Patrick Keating has recently made a convincing case for considering camera movement techniques of 1930s and 1940s Hollywood filmmaking as “a vehicle for ideas” that emphasized social aspects of dynamism, seriality, and convergence in prewar American modernity. Explaining a recurrent camera motif across a wide variety of genres – from the Busby Berkeley musical to King Vidor’s The Crowd (1928) – Keating explains that “a filmmaker might dolly down a serial array of objects such as a row of desks in an office or a shelf of consumer goods in a department store – in order to emphasize the quality of sameness” that the mass-produced culture and commodities of modernity offered. Describing this method of cinematography as “the seriality shot,” Keating finds that “the prison genre proved to be a perfect showcase for the seriality technique, as in George Hill’s The Big House.”31 Indeed, prison films from this period reliably feature tracking shots past convicts dining in mess halls, sitting in prison theaters waiting for entertainment, or simply resting in their cells. The Lawes adaptations are no different in this regard. Both 20,000 Years in Sing Sing and Castle on the Hudson, for example, find the camera tracking past numerous death row cells to arrive on the protagonist.32

This element of seriality in Hollywood representations of prison can be read metonymically as a cinematographic embodiment of the larger principles of repetition and reenactment that governed the emerging prison genre. While it was in the commercial interest of the studios to formulate, commodify, and recycle repetitive elements in all their genres, Lawes and Warner Brothers’ found that prisons and their inhabitants were uniquely suited to being put through the same motions again and again. Donning the same familiar costumes, revisiting the same locations, restaging the same lighting patterns, and writing the same dialogue and narratives was not only expected but practically required of the genre. To put these generic tropes – these industrial mandates – into the parlance and framework of trauma studies, American prison films demonstrate a compulsion to repeat.
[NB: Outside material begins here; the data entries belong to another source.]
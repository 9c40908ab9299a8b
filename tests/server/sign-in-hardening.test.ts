import { afterAll, beforeAll, describe, expect, it } from 'vitest';
import { delayAfter } from '../../server/modules/auth/throttle';
import { ApiClient } from '../support/api-client';
import { makeUser } from '../support/factories';
import { createTestContext, truncateAll, type TestContext } from '../support/test-app';

// Sign-in limits live in PostgreSQL (every server and every restart sees them), a per-address cap spans
// e-mails, delays grow instead of locking the owner out, unknown e-mails cost a real bcrypt compare, and very
// common passwords are refused at sign-up. SIGNIN_RATE_MAX=2: two free failures per address and e-mail, six
// per address across e-mails.

let ctx: TestContext;
beforeAll(async () => {
  ctx = await createTestContext({ SIGNIN_RATE_MAX: '2' });
  await truncateAll(ctx.orm);
});
afterAll(() => ctx.close());

async function client(app = ctx.app): Promise<ApiClient> {
  const c = new ApiClient(app);
  await c.fetchCsrf();
  return c;
}

describe('growing delays', () => {
  it('free failures cost nothing, then each doubles the wait, never past the window', () => {
    const rule = { free: 3, windowMs: 15 * 60_000, firstDelayS: 30 };
    expect([0, 1, 2].map((f) => delayAfter(f, rule))).toEqual([0, 0, 0]);
    expect([3, 4, 5].map((f) => delayAfter(f, rule))).toEqual([30, 60, 120]);
    expect(delayAfter(40, rule)).toBe(900);
  });
});

describe('limits in the database', () => {
  it('blocked after the allowance, still blocked through a second server (or a restart) on the same database', { timeout: 90_000 }, async () => {
    const user = await makeUser(ctx.orm);
    const c = await client();
    for (let i = 0; i < 2; i++) expect((await c.post('/api/auth/signin', { email: user.email, password: `nope ${i}` })).status).toBe(401);
    const blocked = await c.post('/api/auth/signin', { email: user.email, password: user.password });
    expect(blocked.status).toBe(429);
    expect(Number(blocked.headers['retry-after'])).toBeGreaterThan(0);

    const other = await createTestContext({ SIGNIN_RATE_MAX: '2' });
    try {
      const c2 = await client(other.app);
      expect((await c2.post('/api/auth/signin', { email: user.email, password: user.password })).status).toBe(429);
    } finally {
      await other.close();
    }
    const rows = await ctx.orm.em.fork().getConnection().execute<{ key: string }[]>('select key from sign_in_throttles');
    expect(rows.map((r) => r.key).some((k) => k.startsWith('pair:') && k.endsWith(`|${user.email}`))).toBe(true);
  });

  it('one address trying many e-mails is capped across them', { timeout: 90_000 }, async () => {
    await truncateAll(ctx.orm);
    const c = await client();
    for (let i = 0; i < 6; i++) {
      expect((await c.post('/api/auth/signin', { email: `guess${i}@example.test`, password: 'whatever it is' })).status).toBe(401);
    }
    const user = await makeUser(ctx.orm);
    expect((await c.post('/api/auth/signin', { email: user.email, password: user.password })).status).toBe(429);
  });
});

describe('reset requests limited in the database', () => {
  it('past the allowance a reset request is 429, through a second server too, and the count is a row', { timeout: 90_000 }, async () => {
    await truncateAll(ctx.orm);
    const c = await client();
    const email = 'forgetful@example.test';
    for (let i = 0; i < 2; i++) expect((await c.post('/api/auth/password-reset', { email })).status).toBe(202);
    const blocked = await c.post('/api/auth/password-reset', { email });
    expect(blocked.status).toBe(429);
    expect(blocked.body.error.code).toBe('rate_limited');
    expect(Number(blocked.headers['retry-after'])).toBeGreaterThan(0);

    // Another server on the same database (or this one after a restart) sees the same count.
    const other = await createTestContext({ SIGNIN_RATE_MAX: '2' });
    try {
      const c2 = await client(other.app);
      expect((await c2.post('/api/auth/password-reset', { email })).status).toBe(429);
    } finally {
      await other.close();
    }
    const rows = await ctx.orm.em.fork().getConnection().execute<{ key: string; failures: number }[]>("select key, failures from sign_in_throttles where key like 'reset%'");
    expect(rows.find((r) => r.key.startsWith('reset:') && r.key.endsWith(`|${email}`))?.failures).toBe(2);
  });

  it('one address asking for many e-mails is capped across them', { timeout: 90_000 }, async () => {
    await truncateAll(ctx.orm);
    const c = await client();
    for (let i = 0; i < 6; i++) expect((await c.post('/api/auth/password-reset', { email: `someone${i}@example.test` })).status).toBe(202);
    expect((await c.post('/api/auth/password-reset', { email: 'someone-new@example.test' })).status).toBe(429);
  });
});

describe('no tell-tale timing, no common passwords', () => {
  it('an unknown e-mail takes about as long as a wrong password for a real one (same bcrypt cost)', { timeout: 90_000 }, async () => {
    await truncateAll(ctx.orm);
    const user = await makeUser(ctx.orm);
    const known: number[] = [];
    const unknown: number[] = [];
    for (let i = 0; i < 4; i++) {
      // A fresh caller each time, and the throttle emptied, so the limit never answers instead of bcrypt.
      await ctx.orm.em.fork().getConnection().execute('delete from sign_in_throttles');
      const c = await client();
      let t = performance.now();
      await c.post('/api/auth/signin', { email: user.email, password: 'wrong password' }).expect(401);
      known.push(performance.now() - t);
      t = performance.now();
      await c.post('/api/auth/signin', { email: `nobody${i}@example.test`, password: 'wrong password' }).expect(401);
      unknown.push(performance.now() - t);
    }
    const median = (v: number[]) => v.sort((a, b) => a - b)[Math.floor(v.length / 2)];
    // Cost 10 against 12 was a ratio of about 0.3; the same cost gives about 1.
    expect(median(unknown) / median(known)).toBeGreaterThan(0.6);
  });

  it('sign-up refuses a very common password, naming the field, and takes a good passphrase', { timeout: 90_000 }, async () => {
    const c = await client();
    const weak = await c.post('/api/auth/signup', { email: 'weak@example.test', password: 'password123', name: 'Weak' });
    expect(weak.status).toBe(400);
    expect(weak.body.error.fields).toHaveProperty('password');
    const ok = await c.post('/api/auth/signup', { email: 'strong@example.test', password: 'galley rivet harbour lantern', name: 'Strong' });
    expect(ok.status).toBe(201);
  });
});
Rather than “working through” the violence inherent in carceral structures, these representations instead “act them out” in the Freudian sense, as has been elaborated on by trauma theorists like Dominic Lacapra.33 In other words, violent reenactment and narrative repetition in the genre keep reform in a holding pattern, preventing it from ever touching down on the tarmac. American audiences instead come to lose themselves in repetitious fantasies of resolution within these films, the fantasmatic cinematic tortures ending with the reform of our fictional heroes while material conditions in actual prisons remain unchanged. Fesette intimately connects this situation of the genre to the study of trauma:

“Seeing an image of American captivity does not mean one understands the reality it depicts. The prison, in this formulation, is not a distinct site where violence can be seen, categorized, and eradicated, but should be understood as a more slippery set of conditions that structure American life. Its violence is in some sense always already disappeared. The very fact of the performance of violence’s disappearance creates the condition for its historical disavowal in the present. This disappearance resonates with Cathy Caruth’s theory of trauma. For Caruth, the traumatic event is always already unknowable; it is characterized by deferral, as a never-quite-arrived. Trauma is itself a disappearance and can only be approached through its compulsive repetition over time.”34

The emergent prison genre, supervised by officiants of the state like Lawes, offered out to viewers the false promise of prison and its violence as “seen, categorized, and eradicated.” If prisons exist in part – as Michel Foucault argues – to drain punishment from the realm of the visible, and if, as Michelle Brown argues, the prison is more often mediated than experienced in American culture, then the genre offers itself as a knowable unknowable, a compulsive repetition of a trauma that has been structured to disappear. The seriality of both its production and its form embeds repetition within the very essence of this function.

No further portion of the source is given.